# Jakes??



## Guest (Mar 30, 2013)

I was curious if guys have been seeing lots of jakes this year. We had a really great hatch in the Coshocton/Holmes county area. I saw a group of 36 jakes not long ago. Makes me excited for 2014 season already! 

I HOPE the hatch was that good everywhere!


----------



## bobk (Apr 30, 2004)

I had 7 the other day come in. That's a good number for my area. I usually see groups of about 3-4 in past seasons. 34 jakes, that's fantastic.


----------



## tadluvadd (Feb 19, 2012)

according to the odnr,the hatch was good last year.i know for me where i hunt,last 2 years have sucked.


----------



## Darron (Oct 17, 2006)

All I have seen on my camera are the 9 mature toms strutting. Have yet to see a jake. Last year I called in several times a flock of 7 jakes. I assume the toms I am seeing now are those same jakes. Hopefully a few stick around.


----------



## Guest (Apr 5, 2013)

Up until last year it was very slow around Holmes county. We have really rebounded the past couple seasons. I saw the ODNR report and it sounds like they are pretty confident that it was good all over the state. I will say...it is amazing how well turkeys can stay hidden.

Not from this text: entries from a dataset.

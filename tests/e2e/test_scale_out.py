"""Scale-out: two server processes on different ports sharing one PostgreSQL see each other's edits at once
and honour each other's ETags (the service keeps no state but the database)."""

from __future__ import annotations

from pathlib import Path

import pytest
import requests
from flask import Flask
from helpers import bearer
from test_entrypoint import entrypoint

from calcsvc.data.tokens import create_token

LED = {
    "part_id": "led-amber-3mm",
    "kind": "led",
    "parameters": {
        "color": "amber",
        "vf_typ_v": 2.1,
        "vf_min_v": 1.9,
        "vf_max_v": 2.5,
        "if_test_a": 0.02,
        "if_max_a": 0.03,
    },
}


def test_two_servers_share_one_postgresql(app: Flask, database_url: str, tmp_path: Path) -> None:
    if not database_url.startswith("postgresql"):
        pytest.skip("scale-out is proven on PostgreSQL, the store several servers share")
    with app.extensions["calcsvc.db"].transaction() as session:
        token = create_token(session, "edna", "editor")
    headers = bearer(token)
    # Started one after the other: the second finds the table seeded and leaves it alone.
    with entrypoint(tmp_path, database_url, "a") as a, entrypoint(tmp_path, database_url, "b") as b:
        created = requests.post(f"{a.url}/v1/parts", json=LED, headers=headers, timeout=10)
        assert created.status_code == 201
        seen = requests.get(f"{b.url}/v1/parts/led-amber-3mm", timeout=10)
        assert seen.status_code == 200 and seen.headers["ETag"] == created.headers["ETag"]

        edit = {"parameters": {**LED["parameters"], "if_max_a": 0.025}}
        on_b = requests.put(
            f"{b.url}/v1/parts/led-amber-3mm",
            json=edit,
            headers={**headers, "If-Match": seen.headers["ETag"]},
            timeout=10,
        )
        assert on_b.status_code == 200
        stale = {"parameters": {**LED["parameters"], "if_max_a": 0.02}}
        on_a = requests.put(
            f"{a.url}/v1/parts/led-amber-3mm",
            json=stale,
            headers={**headers, "If-Match": created.headers["ETag"]},
            timeout=10,
        )
        assert on_a.status_code == 412  # A honours the revision B wrote
        stored = requests.get(f"{a.url}/v1/parts/led-amber-3mm", timeout=10).json()
        assert stored["revision"] == 2 and stored["parameters"]["if_max_a"] == 0.025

Even with all the time I spend in the woods...I would have never guessed I would see a flock of 36 jakes. So, hopefully there are some jakes hiding in everyones woods! 

A good hatch this spring would put us over the top!


----------



## FlatKat (Jul 20, 2012)

I hunt Holmes county too. The land owner sent me some pictures a few weeks ago, and it looks like there were a good number of jakes. and a good number of mature gobblers. I hope that they are still roosting around there opening day!


----------